MDH identified nine reports for use in the Youth Behavioral Health Workgroup, primarily focused on youth-centered behavioral health prevention and intervention techniques.

“Through this review, we will consider an integrated behavioral health model, a pilot program in Maryland that utilizes a co-design model, recommend additional programs for transition-age youth, expand capacity in residential treatment centers, and more.” , we found some important recommendations,'' Fisher said.

MDH used a total of 19 reports to review complex behavioral health needs, with a particular focus on disparities in overdose deaths, costs and expenditures related to serious and persistent mental illness. . Key recommendations for complex behavioral health needs include increasing data collection and analysis on opioids, evaluating medication adherence strategies, increasing treatment resources, and reducing stigma.

MDH analyzed 16 reports for law enforcement stakeholders to improve the continuum of care for mental health services and crisis response systems across the state, ease of access to substance use disorder treatment, and access to care. focused on improving.

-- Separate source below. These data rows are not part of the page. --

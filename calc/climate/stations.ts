// Climate for a house: a station of the product's table, a climate the auditor
// types (with the source they used), or one derived from an EPW weather file.
import { CalcInputError } from "../errors";
import { cToF } from "../units";
import { degreeDaysF, heatingDesignDryBulbC, type EpwData } from "../epw";
import { stationTable } from "./station-table";

export interface Station {
  name: string; state: string; wmo: string; latitude: number; longitude: number;
  /** Annual heating / cooling degree days, °F-days (see degreeDayBasis). */
  hdd65: number; cdd65: number;
  degreeDayBasis: "ashrae-18.3C" | "weather-file-18C";
  heatingDesign996F: number; heatingDesign99F: number;
  statFile: string; degreeDaySource: string; designSource: string;
}

export { stationTable };
export const stations = stationTable;

export function findStation(wmo: string): Station | undefined {
  return stationTable.find((s) => s.wmo === wmo);
}

export type ClimateInput =
  | { source: "station"; wmo: string }
  | { source: "manual"; hdd65: number; heatingDesignTempF: number; cdd65?: number; sourceText: string }
  | { source: "epw"; name: string; hdd65: number; cdd65: number; heatingDesign996F: number; heatingDesign99F: number; sourceText: string };

export interface ResolvedClimate {
  kind: ClimateInput["source"]; name: string; hdd65: number; cdd65?: number;
  designPercentile: "99.6" | "99"; heatingDesignTempF: number;
  degreeDaySource: string; designSource: string; station?: Station;
}

export function resolveClimate(c: ClimateInput, percentile: "99.6" | "99", path = "climate"): ResolvedClimate {
  if (c.source === "station") {
    const s = findStation(c.wmo);
    if (!s) throw CalcInputError.at(`${path}.wmo`, `station ${c.wmo} is not in the station table: import its EPW file or type its HDD and design temperature`);
    return {
      kind: "station", name: `${s.name}, ${s.state} (WMO ${s.wmo})`, hdd65: s.hdd65, cdd65: s.cdd65, designPercentile: percentile,
      heatingDesignTempF: percentile === "99.6" ? s.heatingDesign996F : s.heatingDesign99F,
      degreeDaySource: `${s.degreeDaySource} (${s.statFile})`, designSource: `${s.designSource}; ${percentile} % value used`, station: s,
    };
  }
  if (c.source === "manual") {
    return { kind: "manual", name: "climate entered by the auditor", hdd65: c.hdd65, cdd65: c.cdd65, designPercentile: percentile, heatingDesignTempF: c.heatingDesignTempF, degreeDaySource: c.sourceText, designSource: c.sourceText };
  }
  return {
    kind: "epw", name: c.name, hdd65: c.hdd65, cdd65: c.cdd65, designPercentile: percentile,
    heatingDesignTempF: percentile === "99.6" ? c.heatingDesign996F : c.heatingDesign99F,
    degreeDaySource: `${c.sourceText}: HDD65 from daily means of hourly dry-bulb`,
    designSource: `${c.sourceText}: ${percentile} % heating dry-bulb of this one weather year (not a long-term design value)`,
  };
}

/** The climate input an EPW file gives: HDD65/CDD65 from daily means, design dry-bulbs from its hours. */
export function climateFromEpw(epw: EpwData): Extract<ClimateInput, { source: "epw" }> {
  const dd = degreeDaysF(epw, 65);
  const l = epw.location;
  return {
    source: "epw", name: `${l.city}, ${l.stateProvince} (WMO ${l.wmo})`,
    hdd65: dd.heatingAnnual, cdd65: dd.coolingAnnual,
    heatingDesign996F: cToF(heatingDesignDryBulbC(epw, 99.6)), heatingDesign99F: cToF(heatingDesignDryBulbC(epw, 99)),
    sourceText: `EPW weather file ${l.city} ${l.stateProvince}, ${l.dataSource}`,
  };
}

“Key recommendations from these reports suggest increasing treatment resources in leading correctional facilities, including access to diversion programs and substance use disorder treatment, and increasing forensic services and hospital bed capacity. “There are,” Fisher said.

MDH made recommendations to address behavioral health workforce development, infrastructure, and coordination, noting the lack of health care providers trained to treat co-occurring disorders, as well as the lack of social workers and substance use disorder providers. Based on 12 reports. . Additionally, the report notes high turnover among behavioral health workers, which can be attributed to burnout and non-competitive pay. Recommendations include increasing recruitment and retention efforts for psychiatrists and nurses, especially in rural areas.

MDH analyzed six reports related to behavioral health care, identifying the need for increased spending in specific areas of the behavioral health care system, such as psychiatric rehabilitation programs, and the creation of new residential substance use disorder benefits. focused on the need for.

“Recommendations from these reports focused on cost-containment strategies for psychiatric rehabilitation programs, along with related recommendations for the public behavioral health system,” Fisher said.

The four working groups have met once since the committee's first meeting. Each workgroup has prepared a report based on the information shared at the first committee meeting and will meet again on December 18 to discuss future work in more detail.